[Stored data entries]
Start of Block
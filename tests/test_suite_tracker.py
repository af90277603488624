"""The scenario suite's tracker plants (issue 14): drawn after the fixed-plane plants, written
with their tracker keys, their stalls and their wind stow in the truth. Generation only (the
analysis of a tracker plant takes minutes; the suite script scores them)."""

from __future__ import annotations

import json
from pathlib import Path

import numpy as np
import pandas as pd
import pytest

from perfcheck.scenario.suite import DEFAULT_SEED
from perfcheck.scenario.suite.design import TRACKER_FROM, draw_plant
from perfcheck.scenario.suite.generate import MAIN_LOGGER, STATION, generate_plant
from perfcheck.site import load_site

PLANT = 24  # two inverters on trackers: a stall, rows out of step, export limiting


@pytest.fixture(scope="module")
def plant(tmp_path_factory: pytest.TempPathFactory) -> Path:
    out = tmp_path_factory.mktemp("tracker") / f"p{PLANT}"
    generate_plant(out, PLANT, DEFAULT_SEED)
    return out


def test_tracker_plants_come_after_the_fixed_ones() -> None:
    specs = [draw_plant(i, DEFAULT_SEED) for i in range(TRACKER_FROM, TRACKER_FROM + 6)]
    assert all(s.tracker is not None for s in specs)
    assert draw_plant(TRACKER_FROM - 1, DEFAULT_SEED).tracker is None
    assert sum(not s.kinds for s in specs) == 2  # every fifth plant is fault-free
    assert all(s.kinds[0] == "tracker_stall" for s in specs if s.kinds)
    assert {s.design for s in specs} == {"tracker", "tracker_bifacial"}


def test_site_file_and_truth(plant: Path) -> None:
    site = load_site(plant / "site.toml")
    spec = draw_plant(PLANT, DEFAULT_SEED)
    arrays = [a for inv in site.inverters for a in inv.arrays]
    assert all(a.tracker is not None and a.gcr == spec.tracker.gcr for a in arrays)
    truth = json.loads((plant / "truth.json").read_text(encoding="utf-8"))
    kinds = [f["kind"] for f in truth["faults"]]
    assert kinds.count("tracker_stall") == 1 and kinds.count("tracker_out_of_step") == 1
    stall = next(f for f in truth["faults"] if f["kind"] == "tracker_stall")
    assert stall["energy_loss_kwh"] > 0
    assert stall["parameters"]["angle_deg"] == spec.tracker_faults[0].angle_deg
    stows = [f for f in truth["faults"] if f["kind"] == "wind_stow"]
    assert stows and all(f["design"] for f in stows)
    limit = truth["scenario"]["stow_wind_speed_ms"]
    met = pd.concat(pd.read_csv(p) for p in sorted(plant.glob(f"{STATION}_*.csv")))
    # invented truth: the rows stow wherever the logged wind reaches the limit, by day
    assert (met["wind"] >= limit).any()


def test_files_hold_the_truth_energy(plant: Path) -> None:
    # invented truth: the inverter power in the files is the truth's AC power with 0.2 %
    # white noise, so the year's energy agrees to well within 0.1 %
    truth = json.loads((plant / "truth.json").read_text(encoding="utf-8"))
    spec = draw_plant(PLANT, DEFAULT_SEED)
    semi = spec.csv_style == "semicolon"
    frames = [pd.read_csv(p, sep=";" if semi else ",", decimal="," if semi else ".")
              for p in sorted(plant.glob(f"{MAIN_LOGGER}_*.csv"))]
    logged = pd.concat(frames)
    for inv in spec.inverters:
        kwh = float(logged[f"P_{inv.id}"].sum() * spec.interval_min / 60)
        np.testing.assert_allclose(kwh, truth["totals"]["by_inverter_kwh"][inv.id], rtol=1e-3)
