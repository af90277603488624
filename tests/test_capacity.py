"""Capacity test: ASTM E2848 regression, ASTM E2939 reporting conditions, CLI and JSON."""

from __future__ import annotations

import json

import jsonschema
import numpy as np
import pandas as pd
import pytest
from click.testing import CliRunner
from metrics_support import connect_with, make_site, synthetic_aligned, write_site
from numpy.testing import assert_allclose

from perfcheck import capacity, metrics
from perfcheck.cli import main
from perfcheck.errors import DataError

# REFERENCES.md (D, derived from the ASTM E2848 regression form, from memory): with P in kW and
# E in W/m2, a = (0.1, -1e-5, -3e-4, 2e-4) gives P(800 W/m2, 20 C, 3 m/s)
# = 800 (0.1 - 0.008 - 0.006 + 0.0006) = 69.28 kW.
A_TRUE = np.array([0.1, -1e-5, -3e-4, 2e-4])
RC = {"poa_wm2": 800.0, "temp_air_c": 20.0, "wind_speed_ms": 3.0}


def _points(n: int, seed: int, noise_kw: float):
    rng = np.random.default_rng(seed)
    e = rng.uniform(600, 1000, n)
    t = rng.uniform(10, 35, n)
    v = rng.uniform(0, 6, n)
    p = capacity.e2848_design(e, t, v) @ A_TRUE + noise_kw * rng.standard_normal(n)
    return e, t, v, p


def test_regression_recovers_noise_free_coefficients():
    e, t, v, p = _points(60, 1, 0.0)
    fit = capacity.fit_e2848(e, t, v, p)
    assert_allclose(fit.params, A_TRUE, rtol=1e-8)  # exact data: exact fit (float rounding)
    assert_allclose(capacity.capacity_at(fit, RC)["value"], 69.28, rtol=1e-10)


def test_regression_recovers_coefficients_within_their_standard_errors():
    # With noise (0.4 kW, invented) every coefficient lies within 3 standard errors of the
    # truth, and the 95 % interval of the mean prediction at RC contains 69.28 kW.
    e, t, v, p = _points(200, 7, 0.4)
    fit = capacity.fit_e2848(e, t, v, p)
    assert np.all(np.abs(fit.params - A_TRUE) < 3 * fit.bse)
    cap = capacity.capacity_at(fit, RC)
    assert cap["low"] < 69.28 < cap["high"]
    assert cap["high"] - cap["low"] < 1.0


def test_prediction_interval_covers_at_the_nominal_rate():
    # Repeated sampling: the 95 % interval of the mean (OLS, normal errors) should contain the
    # truth in about 95 % of 300 samples (binomial sd 1.3 %).
    hits = 0
    for seed in range(300):
        fit = capacity.fit_e2848(*_points(60, 1000 + seed, 0.5))
        cap = capacity.capacity_at(fit, RC)
        hits += cap["low"] <= 69.28 <= cap["high"]
    assert 0.91 <= hits / 300 <= 0.985


def test_reporting_conditions_match_a_hand_computation():
    # ASTM E2939 rule as implemented (from memory): irradiance = 60th percentile of the points
    # at or above 400 W/m2, temperature and wind = their means. By hand: points >= 400 are
    # 420, 500, 610, 700, 800, 900; linear percentile position 0.6 (6 - 1) = 3 -> 700 W/m2;
    # temperatures (18 + 20 + 22 + 24 + 26 + 28) / 6 = 23.0 C; wind (1 + 2 + 3 + 3 + 2 + 1) / 6
    # = 2.0 m/s. The 350 W/m2 point (10 C, 9 m/s) is left out.
    poa = pd.Series([350.0, 420, 500, 610, 700, 800, 900])
    temp = pd.Series([10.0, 18, 20, 22, 24, 26, 28])
    wind = pd.Series([9.0, 1, 2, 3, 3, 2, 1])
    rc = capacity.reporting_conditions(poa, temp, wind, capacity.CapacitySettings())
    assert_allclose([rc["poa_wm2"], rc["temp_air_c"], rc["wind_speed_ms"]], [700, 23, 2],
                    rtol=1e-12)


def _window(performance: float, **site_kwargs):
    site = make_site(n_inverters=2, **site_kwargs)
    frame = synthetic_aligned(site, "2025-06-01", "2025-06-22", performance=performance,
                              noise=0.01, cloudiness=0.5)
    return site, frame


def test_capacity_ratio_of_a_known_shortfall():
    # invented truth: measured = 0.96 x expected (performance 0.85 x 0.96 against 0.85),
    # measured with an irradiance sensor of stated 0.5 % calibration uncertainty (invented; a
    # class A sensor's 3 % would leave both guarantees inside the interval, see the next test)
    site, frame = _window(0.85 * 0.96, model={"poa_uncertainty_pct": 0.5})
    res = capacity.run_test(frame, site, guaranteed_ratio=0.95)
    r = res["result"]
    assert r["ratio_ci_low"] <= 0.96 <= r["ratio_ci_high"]
    assert_allclose(r["ratio"], 0.96, atol=0.003)
    assert r["passed"] and r["significant"]
    strict = capacity.run_test(frame, site, guaranteed_ratio=0.97)["result"]
    assert not strict["passed"] and strict["significant"]
    rules = [f["rule"] for f in res["filters"]]
    assert rules[:7] == ["intervals in the window", "valid and unflagged",
                         "daytime (irradiance above 0)", "all inverters running", "no clipping",
                         "no curtailment", "stable sky"]
    assert res["points"] >= 50


def test_a_biased_sensor_is_not_a_significant_fail():
    # Invented truth: a healthy plant (measured = expected with the true irradiance) logged by a
    # plane-of-array sensor reading 3 % high; the expected power is computed from the sensor's
    # irradiance, so it is 3 % high too (linear in irradiance, temperature effect of the bias
    # left out) and the ratio is 1/1.03 = 0.9709, not 1: the bias does not cancel. The sensor's
    # calibration uncertainty, 3 % for IEC 61724-1 class A (from memory), must carry the
    # interval up to the true ratio 1 (a 3 % bias is the edge of that sensor's 95 % band:
    # 0.9709 x 1.03 = 1.000), so a guarantee of 0.98 is failed but not significantly.
    site, frame = _window(0.85)
    frame["poa_wm2"] *= 1.03
    frame["expected_ac_w"] *= 1.03
    frame["potential_ac_w"] *= 1.03
    r = capacity.run_test(frame, site, guaranteed_ratio=0.98)["result"]
    assert_allclose(r["ratio"], 1 / 1.03, atol=0.003)
    assert r["irradiance_uncertainty_pct"] == 3.0
    assert r["ratio_ci_high"] >= 0.999
    assert not r["passed"] and not r["significant"]
    # the regressions alone would call it significant: that is the interval the sensor widens
    assert r["ratio_regression_ci_high"] < 0.98
    # relative half-width: sqrt(regression^2 + 0.03^2), at least the sensor's 3 % (GUM 5.1.6)
    assert r["ratio_ci_high"] / r["ratio"] - 1 >= 0.03


def test_filters_remove_clipping_curtailment_and_outages():
    site, frame = _window(0.85)
    frame.loc[frame["inverter_id"] == "WR2", "measured_ac_w"] = np.minimum(
        frame.loc[frame["inverter_id"] == "WR2", "measured_ac_w"], 60_000.0)
    down = (frame["inverter_id"] == "WR1") & (frame["ts"] < pd.Timestamp("2025-06-03", tz="UTC"))
    frame.loc[down, "measured_ac_w"] = 0.0
    windows = pd.DataFrame({"start_ts": [pd.Timestamp("2025-06-10", tz="UTC")],
                            "end_ts": [pd.Timestamp("2025-06-12", tz="UTC")]})
    res = capacity.run_test(frame, site, 0.97, rc=RC, curtailment=windows)
    counts = [f["points"] for f in res["filters"]]
    assert counts[3] < counts[2]  # outage of WR1 removed
    assert counts[5] < counts[4]  # curtailment window removed
    assert res["reporting_conditions"]["source"] == "given"
    # the limit at 60 kW is no clipping at the 90 kW rating: it stays and shows as a shortfall
    assert res["result"]["ratio"] < 0.97


def test_too_few_points_is_a_clear_error():
    site, frame = _window(0.85)
    short = frame[frame["ts"] < pd.Timestamp("2025-06-01 10:00", tz="UTC")]
    with pytest.raises(DataError) as exc:
        capacity.run_test(short, site, 0.97)
    assert str(exc.value).startswith("capacity test: only ")
    assert "(need 50)" in str(exc.value)


def test_capacity_cli_text_and_json_against_schema(tmp_path):
    site_path = write_site(tmp_path / "hollerbach.toml", n_inverters=2)
    site, frame = _window(0.85 * 0.96)
    connect_with(frame, path=tmp_path / "hollerbach.duckdb").close()
    out = tmp_path / "capacity.json"
    result = CliRunner().invoke(main, ["capacity", str(site_path), "--from", "2025-06-01",
                                       "--to", "2025-06-20", "--guaranteed-ratio", "0.95",
                                       "--json", str(out)])
    assert result.exit_code == 0, result.output
    assert "PASS" in result.output and "ASTM E2848" in result.output
    doc = json.loads(out.read_text())
    jsonschema.validate(doc, metrics.load_schema("capacity"))
    assert doc["result"]["passed"] is True
    assert doc["test"]["start"] == "2025-06-01T00:00:00+02:00"
    # --json -: the document alone on stdout, the text report on stderr
    piped = CliRunner().invoke(main, ["capacity", str(site_path), "--from", "2025-06-01",
                                      "--to", "2025-06-20", "--guaranteed-ratio", "0.95",
                                      "--json", "-"])
    assert piped.exit_code == 0, piped.output
    assert json.loads(piped.stdout)["result"] == doc["result"]
    assert "PASS" in piped.stderr and not (tmp_path / "-").exists()


def test_capacity_cli_errors(tmp_path):
    site_path = write_site(tmp_path / "hollerbach.toml", n_inverters=2)
    site, frame = _window(0.85)
    connect_with(frame, path=tmp_path / "hollerbach.duckdb").close()
    runner = CliRunner()
    r = runner.invoke(main, ["capacity", str(site_path), "--from", "2025-06-01", "--to",
                             "2025-06-20", "--rc-poa", "800"])
    assert r.exit_code == 2
    assert r.output.strip() == ("perfcheck: error: --rc-poa, --rc-temp and --rc-wind go "
                                "together: give all three or none")
    r = runner.invoke(main, ["capacity", str(site_path), "--from", "2025-06-01", "--to",
                             "2025-06-20", "--guaranteed-ratio", "1.7"])
    assert r.exit_code == 2
    assert "--guaranteed-ratio" in r.output


def test_capacity_on_the_demos_first_weeks(demo_db):
    # The invented demo plant is healthy in its first weeks (truth.json lists no fault before
    # October 2024 apart from design clipping): the ratio should be close to 1 and pass 0.97.
    site = demo_db.site
    con = demo_db.connect()
    try:
        start, end = metrics.resolve_period(con, site, pd.Timestamp("2024-05-01").date(),
                                            pd.Timestamp("2024-05-21").date())
        doc = capacity.run(con, site, start, end, guaranteed_ratio=0.97)
    finally:
        con.close()
    jsonschema.validate(doc, metrics.load_schema("capacity"))
    assert doc["result"]["passed"]
    assert 0.98 <= doc["result"]["ratio"] <= 1.02
    assert doc["points"] >= 50
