"""The database module: large frames stored in whole row groups."""

from __future__ import annotations

import duckdb
import numpy as np
import pandas as pd

from perfcheck import db


def _row_groups(con: duckdb.DuckDBPyConnection) -> int:
    return con.execute("SELECT count(DISTINCT row_group_id) FROM pragma_storage_info('t')"
                       ).fetchone()[0]


def test_insert_frame_fills_whole_row_groups(tmp_path):
    # Four frames of 131,040 rows (91 days of 1-minute rows), each a little over one row
    # group: inserted whole, each leaves a short group that the checkpoint at close has to
    # merge; db.insert_frame leaves only full groups and the last one. Row group size 122,880
    # rows: DuckDB's documentation on its storage format (from memory; the test fails if a
    # DuckDB release changes it, and db.ROW_GROUP_ROWS must follow).
    n = 131_040
    frames = [pd.DataFrame({"i": np.arange(k * n, (k + 1) * n), "x": np.arange(n) * 0.5})
              for k in range(4)]
    groups = {}
    for how in ("whole", "insert_frame"):
        con = duckdb.connect(str(tmp_path / f"{how}.duckdb"))
        con.execute("CREATE TABLE t (i BIGINT, x DOUBLE)")
        with db.transaction(con):
            for frame in frames:
                if how == "whole":
                    con.from_df(frame).query("_n", "INSERT INTO t BY NAME SELECT * FROM _n")
                else:
                    db.insert_frame(con, "t", frame)
        groups[how] = _row_groups(con)
        assert con.execute("SELECT count(*), sum(i), sum(x) FROM t").fetchone() == (
            4 * n, (4 * n) * (4 * n - 1) // 2, 4 * 0.5 * n * (n - 1) / 2)
        con.close()
    assert groups == {"whole": 8, "insert_frame": -(-4 * n // db.ROW_GROUP_ROWS)}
End of Block
For the records above, count the lines holding the word "pytest" and give only that number.

5